LB Gschwandtner
LB Gschwandtner

I Fell Off The Dock

I fell off the dock at twelve minutes after five. I know it was twelve minutes after five because I had just looked at my watch to see if it was time to go up to the house. I always make dinner so it’s ready at six because Len, who I married twenty-two years ago, likes dinner on the table at six every day.

I must have tripped somehow out at the end of the pier where the water is only three feet deep at low tide. Closer in I would have fallen into plain mud. It’s the kind of mud that drags you down like quicksand or really thick chocolate pudding. When you try to walk, it sucks your shoes off.

I scraped my arm when it hit the rough edge of one of the deck boards, which I told Len just the other week are in need of a coat of paint. I could see the scrape on my upper arm was bleeding. And I thought I have that roast in the oven and Len likes it rare so I need to take it out. Also the scrape had started to burn. I didn’t want to let it get in the water because I had read about bacteria in rivers that get into a cut and you can end up with an amputated limb. I didn’t want that. So I had to get out. But the chocolate-pudding mud was sucking me down.

When I tried to walk my feet sank farther and farther. The harder I tried to take a step the more the mud pulled me down. And then my shoes dislodged from my feet. I thought I have to call Len to help me but my phone had clattered onto the dock when I fell, which pissed me off.
I was not that far from the stringers that run underneath the dock boards so I thought if I could hang onto one of those I could counter balance against the mud and pull myself up enough to go hand over hand to the shore. But I couldn’t reach them by a measly two inches.

Even though the edge of the decking boards were rough I thought what the hell because I had to get out of there. I managed to grab the top of the end of one overhanging board with the tips of my fingers but it wasn’t enough to gain any traction against the mud, which I thought had to stop pulling me in at some point because there was hard ground down below it – somewhere. I knew that because the original pilings weren’t long enough so we’d had to drive new pilings when the boathouse started to sink. But those pilings were like twenty feet tall and I’m not.

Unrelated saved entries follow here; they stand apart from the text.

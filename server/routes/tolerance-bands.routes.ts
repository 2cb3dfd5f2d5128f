import { Router } from 'express';
import {
  toleranceBandInputSchema,
  toleranceBandParamsSchema,
  toleranceBandQuerySchema,
  toleranceHistoryQuerySchema,
} from '@shared/schemas/tolerance.schema';
import type { BandMetricKey } from '@shared/tolerance';
import { z } from 'zod';
import { principalOf } from '../middleware/auth.middleware';
import { validate } from '../middleware/validate.middleware';
import type { RouteContext } from './context';

const jobParamsSchema = z.object({ id: z.string().uuid('Not a job id') });

export function toleranceBandRoutes(ctx: RouteContext): Router {
  const router = Router();
  const { guard } = ctx;
  router.get(
    '/api/tolerance-bands',
    guard.authenticate,
    guard.authorize('tolerance:read'),
    validate({ query: toleranceBandQuerySchema }),
    async (req, res) => {
      res.json(await ctx.toleranceBands.list(principalOf(req), req.query as { ageGroupId?: string }));
    },
  );
  router.get(
    '/api/tolerance-bands/history',
    guard.authenticate,
    guard.authorize('tolerance:read'),
    validate({ query: toleranceHistoryQuerySchema }),
    async (req, res) => {
      const query = req.query as unknown as z.infer<typeof toleranceHistoryQuerySchema>;
      res.json(await ctx.toleranceBands.history(principalOf(req), query));
    },
  );
  router.put(
    '/api/tolerance-bands/:ageGroupId/:metric',
    guard.authenticate,
    guard.authorize('tolerance:write'),
    validate({ params: toleranceBandParamsSchema }),
    async (req, res) => {
      const metric = req.params.metric as BandMetricKey;
      // The limits a metric can take depend on the metric, so the body is read once the path is known.
      const input = toleranceBandInputSchema(metric).parse(req.body ?? {});
      res.json(
        await ctx.toleranceBands.update(principalOf(req), req.params.ageGroupId as string, metric, input),
      );
    },
  );
  router.post(
    '/api/tolerance-bands/:ageGroupId/:metric/reset',
    guard.authenticate,
    guard.authorize('tolerance:write'),
    validate({ params: toleranceBandParamsSchema }),
    async (req, res) => {
      const metric = req.params.metric as BandMetricKey;
      res.json(await ctx.toleranceBands.reset(principalOf(req), req.params.ageGroupId as string, metric));
    },
  );
  router.get(
    '/api/jobs/:id',
    guard.authenticate,
    guard.authorize('job:read'),
    validate({ params: jobParamsSchema }),
    async (req, res) => {
      res.json(await ctx.toleranceBands.job(principalOf(req), req.params.id as string));
    },
  );
  return router;
}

I thought if I stayed there long enough Len would come down to get me, especially if his dinner was not on the table.

I remembered the way to get out of quicksand is to lie down flat on top of it with your arms out to distribute your weight over a larger area. But I was half in water almost up to my boobs by then so that wouldn’t work. Then I remembered the other thing. Don’t pull your feet straight out. Just vibrate your toes and your feet with tiny motions to create displacement and the quicksand will slowly let you loose.

So I started that. And it did seem to be working some because I stopped sliding down. I thought this was a good sign so I kept wriggling my toes in the mud. Sometimes I felt a clam shell. I hoped they would stay closed. I tried to keep my bleeding arm out of the water. I worried that even if I got my feet out where I was, I would have to go through this process again and again for about eighty feet until I got to the shore.

I don’t know how long it took to get my feet out enough to take my next step. When I did, my feet sank again and I went through the same process. The sun had moved behind the ridge in the west. The tide had turned. I had taken maybe six steps. The water started getting deeper, which made it harder to pull my feet out of the mud. But I kept on. I worried about my arm and Len’s dinner. I wondered why he didn’t come down to get me. I started getting angry at him.

A flock of geese – maybe forty or fifty of them – swooshed down on the other side of the boathouse by some big trees that had uprooted and landed half in the water. The geese set up to roost for the night. They made a lot of noise that sounded something like dogs barking.

Finally with about ten feet to go in a few inches of water, I heard the crunching sound of a car coming down the gravel driveway. And then I saw it was Len’s. He got out and walked out the pier to where I was still struggling in the mud. I must have looked a mess.

“What are you doing down there?” he asked me. “I’m hungry. What about dinner?”

All I could think of was my father’s old joke about the man who has a flat tire in the middle of the Nevada desert. He doesn’t have a jack so he walks five miles in blasting heat to the only gas station and gets himself so worked up about how he’s over a barrel and they’re going to gouge him on changing his tire that when he finally arrives at the station he walks in and yells at the poor slob sitting by the coke machine:

”You can take your jack and shove it up your ass.”